DATASET EXCERPTS:
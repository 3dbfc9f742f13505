"""Long runs: heat-loss-compensated cumulative heat Q(t) and rate P(t), metrics, maturity.

For hand warmers, cold packs and setting materials (cement, mortar) logged for minutes to days in
an insulated box that leaks heat. Pure computation on arrays; the CLI is ``heatlog profile``.

* :mod:`~heatlog.profile.logcheck` — probe faults, clock resets (segments) and gaps;
* :mod:`~heatlog.profile.heatloss` — the heat-loss coefficient G: given, steady-state or
  heating-curve electrical calibration, cooling-curve fit;
* :mod:`~heatlog.profile.heat` — Q(t), P(t) and their uncertainty (GUM budget and band);
* :mod:`~heatlog.profile.metrics` — peak, threshold and band times;
* :mod:`~heatlog.profile.safety` — contact-burn and cold-injury flags;
* :mod:`~heatlog.profile.maturity` — ASTM C1074 Nurse–Saul factor and equivalent age;
* :mod:`~heatlog.profile.downsample` — extrema-keeping downsampling for plots;
* :mod:`~heatlog.profile.analysis` — :func:`analyse_profile`, the whole chain in one call;
* :mod:`~heatlog.profile.synthetic` — invented runs with a known heat release.
"""

from heatlog.profile.analysis import (
    ProfileResult,
    ProfileSettings,
    analyse_profile,
    analyse_thermogram,
    settings_from_table,
)
from heatlog.profile.downsample import downsample_extrema
from heatlog.profile.heat import HeatProfile, heat_profile, reading_noise
from heatlog.profile.heatloss import (
    CoolingFit,
    HeatingCurveFit,
    HeatLoss,
    cooling_fit,
    given_loss,
    heating_curve_fit,
    loss_from_cooling,
    steady_state_loss,
)
from heatlog.profile.logcheck import Gap, GapPolicy, LogCheck, Reset, Segment, check_log
from heatlog.profile.maturity import Maturity, maturity
from heatlog.profile.metrics import DEFAULT_THRESHOLDS, KINDS, Metrics, Thresholds, metrics
from heatlog.profile.safety import SafetyFlag, burn_exposure, burn_time_h, safety_flags

__all__ = [
    "DEFAULT_THRESHOLDS",
    "KINDS",
    "CoolingFit",
    "Gap",
    "GapPolicy",
    "HeatLoss",
    "HeatProfile",
    "HeatingCurveFit",
    "LogCheck",
    "Maturity",
    "Metrics",
    "ProfileResult",
    "ProfileSettings",
    "Reset",
    "SafetyFlag",
    "Segment",
    "Thresholds",
    "analyse_profile",
    "analyse_thermogram",
    "burn_exposure",
    "burn_time_h",
    "check_log",
    "cooling_fit",
    "downsample_extrema",
    "given_loss",
    "heat_profile",
    "heating_curve_fit",
    "loss_from_cooling",
    "maturity",
    "metrics",
    "reading_noise",
    "safety_flags",
    "settings_from_table",
    "steady_state_loss",
]
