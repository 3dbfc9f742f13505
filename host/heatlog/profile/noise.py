"""Reading noise of a logged curve, shared by the heat budget and the fit quality checks."""

from __future__ import annotations

import math

import numpy as np


def reading_noise(temp_C: np.ndarray) -> float:
    """Standard deviation of the reading noise from second differences (robust: 1.4826·MAD/√6).

    For white noise on a smooth curve, T[i+1] − 2T[i] + T[i−1] has variance 6σ².
    """
    y = np.asarray(temp_C, dtype=np.float64)
    if y.size < 5:
        return 0.0
    d2 = y[2:] - 2.0 * y[1:-1] + y[:-2]
    return float(1.4826 * np.median(np.abs(d2 - np.median(d2))) / math.sqrt(6.0))
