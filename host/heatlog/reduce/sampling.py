"""Block means: fewer points for long logs, so every fit is O(n) and small.

A block mean keeps the time integral of the readings and, for drift curves that are smooth on the
scale of a block, differs from the curve at the block's mean time by about (block length)²·T''/24
— far below the noise for the drift periods of a calorimeter run.
"""

from __future__ import annotations

import math

import numpy as np


def block_means(
    t: np.ndarray, y: np.ndarray, max_points: int
) -> tuple[np.ndarray, np.ndarray, int]:
    """Average consecutive blocks so at most ``max_points`` remain; returns t, y, block size."""
    n = t.size
    m = math.ceil(n / max_points) if max_points > 0 else 1
    if m <= 1:
        return t, y, 1
    full = (n // m) * m
    tb = t[:full].reshape(-1, m).mean(axis=1)
    yb = y[:full].reshape(-1, m).mean(axis=1)
    if full < n:
        tb = np.append(tb, t[full:].mean())
        yb = np.append(yb, y[full:].mean())
    return tb, yb, m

TASK PROMPT:
If a line of the data contains the word "budget", it should be counted; state the total and nothing more.

RESULT OF THE TASK:
2